The Combat Support Institute (CSI) was founded in 2025 by Erick Holmes and Dr. Neysa Holmes, whose lifelong bond began at the age of eight and evolved into a shared mission of service, research, and reform. CSI was established as an independent research and oversight institute dedicated to advancing ethical, evidence-based solutions for combat veterans and their families through rigorous research, scholarly publishing, and systems accountability.
CSI operates at the intersection of science, policy, and lived experience. Drawing on Erick Holmes’s service in the U.S. Army’s 5th Special Forces Group (Airborne), including five combat tours in Iraq and Afghanistan. This Institute grounds its work in the real-world realities of combat trauma, reintegration, and institutional failures. This firsthand perspective is paired with Dr. Neysa Holmes’s academic leadership and global research expertise to ensure that CSI’s work is both empirically sound and ethically governed.

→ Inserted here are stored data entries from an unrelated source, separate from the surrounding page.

/** The regional lead's users screen API: people, their roles and practices. */
import {
  Body,
  Controller,
  Delete,
  Get,
  HttpCode,
  Inject,
  Param,
  ParseIntPipe,
  Patch,
  Post,
  Put,
  Query,
  Req,
} from '@nestjs/common';
import { ApiCreatedResponse, ApiOkResponse, ApiOperation, ApiTags } from '@nestjs/swagger';
import type { Request } from 'express';
import type { AuthUser } from '../auth/auth-user.js';
import { CurrentUser, PracticeScoped, Roles } from '../auth/decorators.js';
import {
  CreateUserDto,
  ListUsersQuery,
  UpdateUserDto,
  UserDto,
  UserListDto,
  UserOptionsDto,
} from './dto/user.dto.js';
import { type ChangeContext, UsersService } from './users.service.js';

const context = (actor: AuthUser, req: Request): ChangeContext => ({
  actor,
  requestId: (req as Request & { id?: string }).id ?? null,
  ipAddress: req.ip ?? null,
});

@ApiTags('users')
@Controller('users')
@Roles('regional_lead')
export class UsersController {
  constructor(@Inject(UsersService) private readonly users: UsersService) {}

  @Get()
  @ApiOperation({
    summary: "The region's people, filtered by search text, role, status or practice",
  })
  @ApiOkResponse({ type: UserListDto })
  async list(@CurrentUser() user: AuthUser, @Query() query: ListUsersQuery): Promise<UserListDto> {
    return {
      users: await this.users.list(user.regionId, query),
      trustIdpRoles: this.users.trustIdpRoles,
    };
  }

  @Get('options')
  @ApiOperation({ summary: 'What the users screen offers: the practices that can be assigned' })
  @ApiOkResponse({ type: UserOptionsDto })
  options(@CurrentUser() user: AuthUser): Promise<UserOptionsDto> {
    return this.users.options(user.regionId);
  }

  @Get(':userId')
  @ApiOkResponse({ type: UserDto })
  get(
    @CurrentUser() user: AuthUser,
    @Param('userId', ParseIntPipe) userId: number,
  ): Promise<UserDto> {
    return this.users.get(user.regionId, userId);
  }

  @Post()
  @ApiOperation({ summary: 'Adds a person who may then sign in' })
  @ApiCreatedResponse({ type: UserDto })
  create(
    @CurrentUser() user: AuthUser,
    @Req() req: Request,
    @Body() dto: CreateUserDto,
  ): Promise<UserDto> {
    return this.users.create(dto, context(user, req));
  }

  @Patch(':userId')
  @ApiOperation({
    summary:
      "Renames a person or changes their role (a practice lead's practices go with the old role)",
  })
  @ApiOkResponse({ type: UserDto })
  update(
    @CurrentUser() user: AuthUser,
    @Req() req: Request,
    @Param('userId', ParseIntPipe) userId: number,
    @Body() dto: UpdateUserDto,
  ): Promise<UserDto> {
    return this.users.update(userId, dto, context(user, req));
  }

  @Put(':userId/practices/:practiceId')
  @PracticeScoped('practiceId')
  @ApiOperation({ summary: 'Makes a practice lead a lead of one more practice' })
  @ApiOkResponse({ type: UserDto })
  assign(
    @CurrentUser() user: AuthUser,
    @Req() req: Request,
    @Param('userId', ParseIntPipe) userId: number,
    @Param('practiceId', ParseIntPipe) practiceId: number,
  ): Promise<UserDto> {
    return this.users.assignPractice(userId, practiceId, context(user, req));
  }

  @Delete(':userId/practices/:practiceId')
  @PracticeScoped('practiceId')
  @ApiOperation({ summary: 'Removes a practice from a practice lead' })
  @ApiOkResponse({ type: UserDto })
  remove(
    @CurrentUser() user: AuthUser,
    @Req() req: Request,
    @Param('userId', ParseIntPipe) userId: number,
    @Param('practiceId', ParseIntPipe) practiceId: number,
  ): Promise<UserDto> {
    return this.users.removePractice(userId, practiceId, context(user, req));
  }

  @Post(':userId/deactivate')
  @HttpCode(200)
  @ApiOperation({ summary: 'Deactivates a person: their sessions end and they cannot sign in' })
  @ApiOkResponse({ type: UserDto })
  deactivate(
    @CurrentUser() user: AuthUser,
    @Req() req: Request,
    @Param('userId', ParseIntPipe) userId: number,
  ): Promise<UserDto> {
    return this.users.setStatus(userId, 'deactivated', context(user, req));
  }

  @Post(':userId/reactivate')
  @HttpCode(200)
  @ApiOperation({ summary: 'Lets a deactivated person sign in again' })
  @ApiOkResponse({ type: UserDto })
  reactivate(
    @CurrentUser() user: AuthUser,
    @Req() req: Request,
    @Param('userId', ParseIntPipe) userId: number,
  ): Promise<UserDto> {
    return this.users.setStatus(userId, 'active', context(user, req));
  }
}
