/** A row of `submission_sums`. */
export interface SumsRow {
  submission_id: number;
  measure_set_id: string;
  format_version: number;
  records: number;
  bytes: Buffer;
}

/** Which records a streamed read of sums columns covers. */
/** Records to read: one submission's, several submissions', or every current record of a quarter. */
/** A quarter's current set as its row names it (quarter_current_sets). */
export interface CurrentSetRow {
  quarterId: number;
  /** SHA-256 (hex) of the sorted ids of the current submissions */
  key: string;
  count: number;
  /** Grows with every change of the set (0: not yet made from the pointers) */
  version: number;
}

export type RecordScope =
  { submissionId: number } | { submissionIds: readonly number[] } | { quarterId: number };

/** What a check found, for the row that ends it. */
export interface CheckedFields {
  kind: string | null;
  sheetName: string | null;
  /** rows read, accepted, refused, blank; errors, warnings, flags (null where not kept) */
  counts: (number | null)[];
  summary: string;
}

export interface IssueRow {
  seq: number;
  severity: 'error' | 'warning' | 'flag';
  code: string;
  source_row: number | null;
  column_name: string | null;
  column_key: string | null;
  value_given: string | null;
  message: string;
  fix: string;
}

export interface IssueFilter {
  severity?: string;
  code?: string;
  column?: string;
  row?: number;
}

const SELECT = `
  SELECT s.*, pq.current_submission_id
    FROM submissions s
    LEFT JOIN practice_quarters pq ON pq.practice_id = s.practice_id AND pq.quarter_id = s.quarter_id`;

const ISSUE_SORTS: Record<string, string> = {
  row: 'source_row IS NULL DESC, source_row, seq',
  '-row': 'source_row DESC, seq',
  severity: "FIELD(severity, 'error', 'flag', 'warning'), source_row, seq",
  '-severity': "FIELD(severity, 'warning', 'flag', 'error'), source_row, seq",
  code: 'code, source_row, seq',
  '-code': 'code DESC, source_row, seq',
  column: 'column_name IS NULL, column_name, source_row, seq',
  '-column': 'column_name DESC, source_row, seq',
};

const ISSUE_SQL =
  'INSERT INTO submission_issues (submission_id, seq, severity, code, source_row, column_key, column_name, value_given, message, fix) VALUES (?, ?, ?, ?, ?, ?, ?, ?, ?, ?)';
const REJECTED_SQL =
  'INSERT INTO submission_rejected_rows (submission_id, source_row, cells) VALUES (?, ?, ?)';
const CHUNK_SQL = 'INSERT INTO extract_file_chunks (submission_id, seq, data) VALUES (?, ?, ?)';
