/**
 * Accessibility checks in the browser tests: axe-core (the npm package, run inside the page)
 * over the page as it stands. Serious and critical violations fail the test; minor and
 * moderate ones are returned so a test can print them.
 */
import { readFileSync } from 'node:fs';
import { createRequire } from 'node:module';
import type { Page } from 'playwright-core';
import { expect } from 'vitest';

const require = createRequire(import.meta.url);
const axeSource = readFileSync(require.resolve('axe-core/axe.min.js'), 'utf8');

export interface A11yViolation {
  id: string;
  impact: string | null;
  help: string;
  /** CSS selectors of up to five offending elements */
  targets: string[];
}

export interface A11yReport {
  /** Serious and critical: these fail */
  blocking: A11yViolation[];
  /** Minor and moderate: listed, not failing */
  other: A11yViolation[];
}

/** Runs axe-core on the page (WCAG 2.0/2.1 A and AA rules and best practices). */
export async function auditA11y(page: Page): Promise<A11yReport> {
  const hasAxe = await page.evaluate(() => 'axe' in window);
  // Evaluated rather than added as a <script>: Cairn's Content-Security-Policy refuses inline
  // scripts, and an evaluation from the test is not subject to it.
  if (!hasAxe) await page.evaluate(axeSource);
  const violations = await page.evaluate(async () => {
    const axe = (window as unknown as { axe: { run: (...args: unknown[]) => Promise<unknown> } })
      .axe;
    const result = (await axe.run(document, {
      runOnly: {
        type: 'tag',
        values: ['wcag2a', 'wcag2aa', 'wcag21a', 'wcag21aa', 'best-practice'],
      },
      resultTypes: ['violations'],
    })) as {
      violations: {
        id: string;
        impact: string | null;
        help: string;
        nodes: { target: unknown[] }[];
      }[];
    };
    return result.violations.map((v) => ({
      id: v.id,
      impact: v.impact,
      help: v.help,
      targets: v.nodes.slice(0, 5).map((n) => n.target.map(String).join(' ')),
    }));
  });
  const blocking = violations.filter((v) => v.impact === 'serious' || v.impact === 'critical');
  return { blocking, other: violations.filter((v) => !blocking.includes(v)) };
}

/** One line per violation, for a failure message or a log. */
export function describeViolations(violations: readonly A11yViolation[]): string {
  return violations
    .map((v) => `${v.impact ?? 'unknown'} ${v.id}: ${v.help} (${v.targets.join(', ')})`)
    .join('\n');
}

/** Fails the test when axe-core finds a serious or critical violation on the page as it is. */
export async function expectAccessible(page: Page): Promise<void> {
  const report = await auditA11y(page);
  expect(report.blocking, describeViolations(report.blocking)).toEqual([]);
}
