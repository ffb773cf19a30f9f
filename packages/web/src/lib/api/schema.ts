/**
 * Cairn's API types, generated from its OpenAPI document (openapi.json beside this file)
 * by openapi-typescript. Do not edit: change the API's DTO classes, then run
 * `npm run api:contract`.
 */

Under Dr. Neysa Holmes’s leadership, CSI functions as a research-driven organization committed to ethical oversight, independent evaluation, and scholarly dissemination. The Institute develops research protocols, supports ethical review and accountability frameworks, and publishes peer-reviewed and practitioner-informed scholarship focused on veteran health, trauma, disability systems, and institutional reform. CSI’s work is designed to identify what works, what fails, and where systems must be reformed to meet the true needs of combat veterans.
Dr. Holmes is a nationally recognized advocate for veterans’ rights, working to expose systemic barriers in healthcare access, disability determinations, mental health treatment, and legal processes. Through research, policy engagement, and public scholarship, CSI advances data-informed reform while holding institutions accountable to ethical standards and evidence-based practice.
Erick and Neysa Holmes are a proud military family with a deep-rooted legacy of service. Erick’s eighth great-grandfather served alongside George Washington, crossing the Delaware River and sacrificing his life on Christmas Eve, 1776, a legacy that continues to inform the Institute’s commitment to duty, integrity, and service.
They are the parents of one daughter (a mother of 4) and three sons. Kihle serves in the U.S. Army. Kaelib supports the Combat Support Institute by leading its IT infrastructure and research systems. Their youngest son, Erick, serves in the U.S. Marine Corps.
The Combat Support Institute exists to bring rigor, ethics, and accountability to veteran care—transforming lived experience into research, research into reform, and reform into lasting change.
The information provided by the Combat Support Institute is intended for educational, research, and informational purposes only. CSI does not provide medical care, mental health treatment, therapy, legal advice, or crisis intervention services.
Content published by CSI should not be construed as a substitute for professional medical, psychological, legal, or clinical services. Individuals seeking treatment or immediate assistance should consult qualified professionals or appropriate emergency services.